## [Description of the task]
In the material below, transcribe every line from the first through the line holding "0.322, 0.359, 0.4])", exactly, and stop after that line.

## [Records provided]
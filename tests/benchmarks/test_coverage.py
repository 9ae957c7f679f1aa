"""Do stated 95 % intervals of a slope hold the truth in 95 % of synthetic campaigns?

Scatter and correlation are measured ones; samples are normal, the truth is a line.  Run:
python -m pytest -m benchmark -s tests/benchmarks/test_coverage.py
"""

import math

import numpy as np
import pytest
from scipy import special

from lozenge_engine.kernels.cells import weightable
from lozenge_engine.kernels.whitening import Solution, solve
from lozenge_engine.schedule import GROWTH, LEAST, PILOT

pytestmark = pytest.mark.benchmark

CAMPAIGNS = 2000
SEED = 20_261_201
"""Chosen before the first run; each case adds its own number."""
SLOPE, CONSTANT = 1 / 3, 1.2
INTERVALS = (0.93, 0.97)
"""Four standard errors of a share of 95 % among 2000 (0.0049): false alarm 4e-5 for each case."""
P_VALUES = (0.03, 0.07)
"""The same about 5 %."""

# Measured with lozenge_engine.realisation.realise: one diamond of half-width 0.2 at the centre,
# six densities, 100 realisations each of seed 11; scatter of its entropy, CPU seconds.
DENSITIES = np.array([1000.0, 1320.0, 1741.0, 2297.0, 3031.0, 4000.0])
LADDER_X = np.log(0.4 * np.sqrt(DENSITIES))
LADDER_SCATTER = np.array([0.138, 0.144, 0.133, 0.125, 0.101, 0.101])
LADDER_SECONDS = np.array([0.134, 0.227, 0.331, 0.488, 0.829, 1.414])

# The same at density 2000, half-widths 0.15 to 0.4, each at the centre and shifted by t = 0.4
# with its mirror image: 120 realisations of seed 12 shared by the ten cells.
SIZES = np.array([0.15, 0.2, 0.25, 0.32, 0.4])
SWEEP_SCATTER = np.array([0.147, 0.097, 0.141, 0.089, 0.106, 0.069, 0.083, 0.058, 0.074, 0.051])
SWEEP_CORRELATION = """
-.17 .51 -.02 .27 .08 .21 -.05 .15 -.09
-.14 .38 .00 .20 -.14 .05 .02 .05
.09 .39 .10 .38 -.07 .28 -.08
-.06 .51 -.03 .28 -.09 .24
-.04 .53 -.11 .39 -.27
-.03 .39 -.11 .30
-.03 .50 -.10
-.08 .40
-.27
"""
# The same at ten half-widths at the centre only, 160 realisations of seed 13.
TEN_SIZES = np.array([0.15, 0.167, 0.187, 0.208, 0.232, 0.259, 0.288, 0.322, 0.359, 0.4])
TEN_SCATTER = np.array([0.144, 0.144, 0.134, 0.128, 0.103, 0.095, 0.093, 0.082, 0.074, 0.063])
TEN_CORRELATION = """
.60 .49 .46 .38 .16 .28 .24 .26 .17
.62 .52 .53 .28 .36 .23 .19 .17
.63 .50 .40 .45 .25 .21 .15
.53 .45 .54 .39 .32 .26
.53 .51 .36 .24 .28
.51 .42 .28 .35
.58 .42 .38
.51 .40
.50
"""


def factor(scatter, upper):
    """Cholesky factor of the covariance with these correlations above the diagonal."""
    correlation = np.eye(scatter.size)
    correlation[np.triu_indices(scatter.size, 1)] = [float(value) for value in upper.split()]
    correlation += np.triu(correlation, 1).T
    return np.linalg.cholesky(correlation * np.outer(scatter, scatter))


class Ladder:
    """Campaigns over independent sprinklings, one cell each, kept as counts, means and squares.

    Batches of normal samples are drawn by their mean (normal) and sum of squares (chi-squared).
    """

    designs = tuple(np.array([[x, 1.0]]) for x in LADDER_X)
    costs = LADDER_SECONDS

    def __init__(self, rng, campaigns):
        self.rng = rng
        self.counts = np.zeros((campaigns, LADDER_X.size))
        self.means = np.zeros_like(self.counts)
        self.squares = np.zeros_like(self.counts)

    def grow(self, rows, wanted):
        """Draw on until the campaigns `rows` have `wanted` (B, G) realisations."""
        more = wanted - self.counts[rows]
        some = more > 0
        size = np.maximum(more, 1.0)
        noise = LADDER_SCATTER * self.rng.standard_normal(more.shape) / np.sqrt(size)
        means = SLOPE * LADDER_X + CONSTANT + noise
        free = np.maximum(size - 1.0, 0.5)
        squares = np.where(size > 1.0, LADDER_SCATTER**2 * self.rng.chisquare(free), 0.0)
        off = means - self.means[rows]
        share = more / wanted
        self.squares[rows] += some * (squares + off**2 * self.counts[rows] * share)
        self.means[rows] += some * off * share
        self.counts[rows] = wanted

    def moments(self, rows):
        """Means and covariances of every group."""
        variances = self.squares[rows] / (self.counts[rows] - 1.0)
        groups = range(LADDER_X.size)
        return (
            [self.means[rows][:, [g]] for g in groups],
            [variances[:, [g], None] for g in groups],
        )


class Sweep:
    """Campaigns over one sprinkling that all ten cells share, all rows drawn beforehand."""

    x = np.repeat(np.log(2.0 * SIZES * math.sqrt(2000.0)), 2)
    placement = np.tile([0, 1], SIZES.size)
    designs = (np.column_stack([x, placement == 0, placement == 1]).astype(float),)
    factor = factor(SWEEP_SCATTER, SWEEP_CORRELATION)
    costs = np.ones(1)

    def __init__(self, rng, campaigns, most=400):
        noise = rng.standard_normal((campaigns, most, self.x.size)) @ self.factor.T
        self.rows = SLOPE * self.x + CONSTANT + 0.05 * self.placement + noise
        self.counts = np.zeros((campaigns, 1))

    def grow(self, rows, wanted):
        """Look at more of them."""
        assert wanted.max() <= self.rows.shape[1]
        self.counts[rows] = wanted

    def moments(self, rows):
        """Means and covariances of the rows looked at."""
        means = np.empty((rows.size, self.x.size))
        covariances = np.empty((rows.size, self.x.size, self.x.size))
        for i, row in enumerate(rows):
            seen = self.rows[row, : int(self.counts[row, 0])]
            means[i] = seen.mean(axis=0)
            covariances[i] = np.cov(seen, rowvar=False)
        return [means], [covariances]


class TenSizes(Sweep):
    """The same for ten sizes of one class, each of which says much the same as its neighbours."""

    x = np.log(2.0 * TEN_SIZES * math.sqrt(2000.0))
    placement = np.zeros(TEN_SIZES.size, dtype=int)
    designs = (np.column_stack([x, np.ones(x.size)]),)
    factor = factor(TEN_SCATTER, TEN_CORRELATION)


def solved(campaigns, rows):
    """The default fit of these campaigns, weighted where the engine weights."""
    means, covariances = campaigns.moments(rows)
    counts = campaigns.counts[rows]
    sizes = np.array([design.shape[0] for design in campaigns.designs])
    known = weightable(counts, sizes)
    found = {}
    for weighted in (True, False):
        chosen = known == weighted
        if chosen.any():
            found[weighted] = solve(
                [m[chosen] for m in means],
                [c[chosen] for c in covariances],
                campaigns.designs,
                counts=counts[chosen],
                weighted=weighted,
            )
    if len(found) == 1:
        return next(iter(found.values()))
    merged = []
    for one, other in zip(found[True], found[False], strict=True):
        field = np.empty((rows.size, *one.shape[1:]))
        field[known], field[~known] = one, other
        merged.append(field)
    return Solution(*merged)


def held(beta, variance, freedom):
    """Share of the slopes' 95 % intervals that hold the truth."""
    half = special.stdtrit(freedom, 0.975) * np.sqrt(variance)
    return float(np.mean(np.abs(beta - SLOPE) < half))


def fixed(kind, realisations, *, case):
    """Share of intervals that hold, share of p-values below 0.05 (NaN without)."""
    campaigns = kind(np.random.default_rng([SEED, case]), CAMPAIGNS)
    rows = np.arange(CAMPAIGNS)
    campaigns.grow(rows, np.full((CAMPAIGNS, len(kind.designs)), float(realisations)))
    found = solved(campaigns, rows)
    share = held(found.beta[:, 0], found.shares[..., 0].sum(axis=-1), found.freedom[:, 0])
    p = float(np.mean(found.p_value < 0.05)) if np.isfinite(found.p_value).all() else math.nan
    return share, p


def shared_out(counts, variances, budgets, costs):
    """Spend each campaign's budget where it lowers the slope's variance most per second."""
    counts, budgets = counts.copy(), budgets.copy()
    live = np.arange(counts.shape[0])
    while live.size:
        gain = variances[live] / (counts[live] * (counts[live] + 1.0) * costs)
        g = gain.argmax(axis=1)
        # One at a time as in the engine, then in steps of a hundredth.
        step = np.maximum(1.0, np.floor(0.01 * counts[live, g]))
        counts[live, g] += step
        budgets[live] -= step * costs[g]
        live = live[budgets[live] > 0.0]
    return counts


def adaptive(kind, target, *, case, relative=False, pilot=PILOT, campaigns=CAMPAIGNS):
    """The same for campaigns that stop once the slope's error reaches `target`, and mean counts."""
    kept = kind(np.random.default_rng([SEED, case]), campaigns)
    going = np.arange(campaigns)
    kept.grow(going, np.full((campaigns, len(kind.designs)), float(pilot)))
    end = np.empty((campaigns, 4))
    while going.size:
        found = solved(kept, going)
        shares, expected = found.shares[..., 0], found.expected[..., 0]
        end[going] = np.column_stack(
            [found.beta[:, 0], shares.sum(axis=-1), found.freedom[:, 0], found.p_value]
        )
        scale = np.abs(found.beta[:, 0]) if relative else 1.0
        excess = np.sqrt(shares.sum(axis=-1)) / (target * scale)
        on = excess > 1.0
        going, counts = going[on], kept.counts[going[on]]
        growth = np.clip(1.02 * excess[on] ** 2, LEAST, GROWTH) - 1.0
        wanted = shared_out(
            counts, expected[on] * counts, growth * (counts @ kind.costs), kind.costs
        )
        if going.size:
            kept.grow(going, wanted)
    known = np.isfinite(end[:, 3])
    p = float(np.mean(end[known, 3] < 0.05)) if known.any() else math.nan
    return held(*end[:, :3].T), p, kept.counts.mean(axis=0)


def check(name, share, p):
    low = "p unknown" if math.isnan(p) else f"p < 0.05 in {100 * p:.2f} %"
    print(f"\n{name}: intervals hold {100 * share:.2f} %, {low}", end=" ")
    assert INTERVALS[0] <= share <= INTERVALS[1]
    assert math.isnan(p) or P_VALUES[0] <= p <= P_VALUES[1]


@pytest.mark.parametrize(("case", "realisations"), [(1, 8), (2, 20), (3, 100)])
def test_intervals_of_a_density_ladder_hold(case, realisations):
    check(f"ladder, {realisations} realisations", *fixed(Ladder, realisations, case=case))


@pytest.mark.parametrize(
    ("kind", "case", "realisations"),
    [(Sweep, 11, 20), (Sweep, 12, 30), (Sweep, 13, 100), (TenSizes, 14, 20), (TenSizes, 15, 100)],
)
def test_intervals_of_a_size_sweep_hold(kind, case, realisations):
    share, p = fixed(kind, realisations, case=case)
    assert math.isnan(p) == (realisations < 26)
    check(f"{kind.__name__}, {realisations} realisations", share, p)


@pytest.mark.parametrize(
    ("case", "target"), [(21, 0.05), (22, 0.04), (23, 0.03), (24, 0.02), (25, 0.02 / 3)]
)
def test_intervals_of_a_ladder_hold_when_it_stops_on_a_target(case, target):
    share, p, counts = adaptive(Ladder, target, case=case)
    check(f"ladder to {target:.4f}, pilot {PILOT}", share, p)
    print("realisations", *np.round(counts).astype(int), end=" ")


@pytest.mark.parametrize(("case", "target"), [(26, 0.12), (27, 0.06), (28, 0.02)])
def test_intervals_of_a_ladder_hold_when_it_stops_on_a_fraction_of_the_slope(case, target):
    share, p, counts = adaptive(Ladder, target, case=case, relative=True)
    check(f"ladder to {100 * target:.0f} % of the slope, pilot {PILOT}", share, p)
    print("realisations", *np.round(counts).astype(int), end=" ")


@pytest.mark.parametrize(
    ("kind", "case", "target"),
    [
        (Sweep, 31, 0.018),
        (Sweep, 32, 0.015),
        (Sweep, 33, 0.012),
        (Sweep, 34, 0.008),
        (TenSizes, 35, 0.02),
        (TenSizes, 36, 0.012),
    ],
)
def test_intervals_of_a_sweep_hold_when_it_stops_on_a_target(kind, case, target):
    share, p, counts = adaptive(kind, target, case=case)
    check(f"{kind.__name__} to {target:.4f}, pilot {PILOT}", share, p)
    print("realisations", *np.round(counts).astype(int), end=" ")


def variances_only(kind, realisations, *, case):
    """Share of intervals that hold if every cell counts as independent."""
    campaigns = kind(np.random.default_rng([SEED, case]), CAMPAIGNS, most=realisations)
    variances = campaigns.rows.var(axis=1, ddof=1) / realisations
    means, design = campaigns.rows.mean(axis=1), campaigns.designs[0]
    covariance = np.linalg.inv(np.einsum("pi,bp,pj->bij", design, 1.0 / variances, design))
    beta = np.einsum("bij,pj,bp->bi", covariance, design, means / variances)
    return held(beta[:, 0], covariance[:, 0, 0], math.inf)


def test_a_fit_that_ignores_the_covariance_fails_this_check():
    share = variances_only(TenSizes, 100, case=15)
    print(f"\nTenSizes, variances only: intervals hold {100 * share:.2f} %", end=" ")
    assert not INTERVALS[0] <= share <= INTERVALS[1]
    # With five sizes it is right by accident: what neighbours share widens the slope's error as
    # much as what all sizes share narrows it.
    share = variances_only(Sweep, 100, case=13)
    print(f"\nSweep, variances only: intervals hold {100 * share:.2f} %", end=" ")


def test_a_larger_pilot_is_safer():
    worst = {}
    for pilot in (8, 12, 16, 24, 32):
        # Stopping harms most when it happens in the first rounds.
        targets = 0.229 / math.sqrt(pilot) * np.array([1.0, 0.95, 0.9, 0.85, 0.8, 0.7, 0.5])
        shares = [
            adaptive(Ladder, t, case=100 * pilot + k, pilot=pilot, campaigns=5 * CAMPAIGNS)[0]
            for k, t in enumerate(targets)
        ]
        worst[pilot] = min(shares)
        print(f"\npilot {pilot}:", *(f"{100 * share:.2f}" for share in shares), "%", end=" ")
    # Standard error of each share 0.0022.
    assert worst[PILOT] > 0.94
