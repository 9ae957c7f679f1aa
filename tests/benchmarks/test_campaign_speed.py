"""Campaigns: what a second worker gains, what a cluster costs, what a worker needs.

Run on an idle machine: ``pytest -m benchmark tests/benchmarks/test_campaign_speed.py -s``.
"""

from __future__ import annotations

import resource
import time
from concurrent.futures import Executor
from pathlib import Path

import pytest

from lozenge_engine.campaign import run
from lozenge_engine.config import Setup
from lozenge_engine.design import Design, child_seed, design
from lozenge_engine.estimates import estimates
from lozenge_engine.plan import Axis, CampaignPlan
from lozenge_engine.presets import Preset
from lozenge_engine.realisation import realise
from lozenge_engine.store import create, inspect
from lozenge_engine.workers import Processes

ONE = Setup(region_count=1, half_width=0.2)


def campaign(density: float, realisations: int) -> Preset:
    axis = Axis(name="density", values=(density,))
    plan = CampaignPlan(axes=(axis,), realisations=realisations)
    return Preset(title="t", sentence="s", setup=ONE, campaign=plan)


def peak() -> float:
    """Most memory that this process has had, in bytes."""
    return 1024.0 * resource.getrusage(resource.RUSAGE_SELF).ru_maxrss


def warmed(pool: Executor, layout: Design, count: int) -> None:
    """Let every worker load and compile what it needs."""
    for future in [pool.submit(time.sleep, 0.5) for _ in range(count)]:
        future.result()
    for future in [pool.submit(realise, layout, 0, 10_000 + i) for i in range(count)]:
        future.result()


def seconds(preset: Preset, pool: Executor, capacity: int, path: Path) -> float:
    assert preset.campaign is not None
    warmed(pool, design(preset.setup, preset.campaign), capacity)
    begin = time.monotonic()
    with create(path, preset) as results:
        run(results, executor=pool, capacity=capacity)
    return time.monotonic() - begin


@pytest.mark.parametrize(
    ("density", "realisations", "least"), [(2000.0, 24, 1.8), (10_000.0, 4, None)]
)
def test_two_workers_against_one(
    tmp_path: Path, density: float, realisations: int, least: float | None
) -> None:
    wanted = campaign(density, realisations)
    ratios = []
    for turn in range(3 if least else 1):
        with Processes(1) as pool:
            one = seconds(wanted, pool, 1, tmp_path / f"one{turn}.sqlite")
        with Processes(2) as pool:
            two = seconds(wanted, pool, 2, tmp_path / f"two{turn}.sqlite")
        ratios.append(one / two)
        print(f"\n{2 * density:.0f} elements: {one:.1f} s, two {two:.1f} s, {ratios[-1]:.2f} times")
    if least is not None:
        assert sorted(ratios)[len(ratios) // 2] >= least


def test_a_cluster_against_the_processes(tmp_path: Path) -> None:
    distributed = pytest.importorskip("distributed", reason="needs the extra cluster")
    wanted = campaign(2000.0, 72)  # the cluster's start, about 0.7 s, is not its pace
    ratios = []
    with (
        distributed.LocalCluster(
            n_workers=2, threads_per_worker=1, processes=True, dashboard_address=None
        ) as cluster,
        distributed.Client(cluster) as client,
    ):
        for turn in range(3):
            with Processes(2) as pool:
                own = seconds(wanted, pool, 2, tmp_path / f"own{turn}.sqlite")
            dask = seconds(wanted, client.get_executor(), 2, tmp_path / f"dask{turn}.sqlite")
            ratios.append(dask / own)
            print(f"\nprocesses {own:.1f} s, cluster {dask:.1f} s, {ratios[-1]:.2f} times")
    assert sorted(ratios)[1] <= 1.1


def test_a_worker_at_20_000_elements_stays_under_a_gibibyte() -> None:
    plan = CampaignPlan(axes=(Axis(name="density", values=(10_000.0,)),))
    with Processes(1) as pool:
        record = pool.submit(realise, design(ONE, plan), 0, 0).result()
        bytes_ = pool.submit(peak).result()
    print(f"\n{record.elements} elements, {record.seconds:.1f} s, {bytes_ / 2**20:.0f} MiB")
    assert bytes_ < 2**30


def test_a_hundred_thousand_rows_are_read_and_fitted_within_two_seconds(tmp_path: Path) -> None:
    path, count = tmp_path / "a.sqlite", 20_000
    axis = Axis(name="density", values=(100.0, 150.0, 200.0, 300.0, 400.0))
    plan = CampaignPlan(axes=(axis,), realisations=count, smallest_region=5)
    wanted = Preset(title="t", sentence="s", setup=ONE, campaign=plan)
    with create(path, wanted) as results:
        results._open().execute("PRAGMA synchronous = OFF")  # it is the reading that is timed
        made = {(g, r): realise(results.design, g, r) for g in range(5) for r in range(20)}
        for g, density in enumerate(axis.values):
            for r in range(count):
                seed = child_seed(ONE.points.seed, kind="poisson", density=density, realisation=r)
                record = made[g, r % 20]._replace(realisation=r, seed=seed)
                results.add(record, elapsed=1.0)
    begin = time.monotonic()
    with inspect(path) as results:
        found = estimates(results)
    took = time.monotonic() - begin
    print(f"\n{found.done} rows, {path.stat().st_size / 1e6:.0f} MB, {took:.2f} s")
    assert took < 2.0
    assert path.stat().st_size < 100e6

## [Finished task]
filename tests/benchmarks/test_coverage.py
repository 9ae957c7f679f1aa
"""Do stated 95 % intervals of a slope hold the truth in 95 % of synthetic campaigns?

Scatter and correlation are measured ones; samples are normal, the truth is a line.  Run:
python -m pytest -m benchmark -s tests/benchmarks/test_coverage.py
"""

import math

import numpy as np
import pytest
from scipy import special

from lozenge_engine.kernels.cells import weightable
from lozenge_engine.kernels.whitening import Solution, solve
from lozenge_engine.schedule import GROWTH, LEAST, PILOT

pytestmark = pytest.mark.benchmark

CAMPAIGNS = 2000
SEED = 20_261_201
"""Chosen before the first run; each case adds its own number."""
SLOPE, CONSTANT = 1 / 3, 1.2
INTERVALS = (0.93, 0.97)
"""Four standard errors of a share of 95 % among 2000 (0.0049): false alarm 4e-5 for each case."""
P_VALUES = (0.03, 0.07)
"""The same about 5 %."""

# Measured with lozenge_engine.realisation.realise: one diamond of half-width 0.2 at the centre,
# six densities, 100 realisations each of seed 11; scatter of its entropy, CPU seconds.
DENSITIES = np.array([1000.0, 1320.0, 1741.0, 2297.0, 3031.0, 4000.0])
LADDER_X = np.log(0.4 * np.sqrt(DENSITIES))
LADDER_SCATTER = np.array([0.138, 0.144, 0.133, 0.125, 0.101, 0.101])
LADDER_SECONDS = np.array([0.134, 0.227, 0.331, 0.488, 0.829, 1.414])

# The same at density 2000, half-widths 0.15 to 0.4, each at the centre and shifted by t = 0.4
# with its mirror image: 120 realisations of seed 12 shared by the ten cells.
SIZES = np.array([0.15, 0.2, 0.25, 0.32, 0.4])
SWEEP_SCATTER = np.array([0.147, 0.097, 0.141, 0.089, 0.106, 0.069, 0.083, 0.058, 0.074, 0.051])
SWEEP_CORRELATION = """
-.17 .51 -.02 .27 .08 .21 -.05 .15 -.09
-.14 .38 .00 .20 -.14 .05 .02 .05
.09 .39 .10 .38 -.07 .28 -.08
-.06 .51 -.03 .28 -.09 .24
-.04 .53 -.11 .39 -.27
-.03 .39 -.11 .30
-.03 .50 -.10
-.08 .40
-.27
"""
# The same at ten half-widths at the centre only, 160 realisations of seed 13.
TEN_SIZES = np.array([0.15, 0.167, 0.187, 0.208, 0.232, 0.259, 0.288, 0.322, 0.359, 0.4])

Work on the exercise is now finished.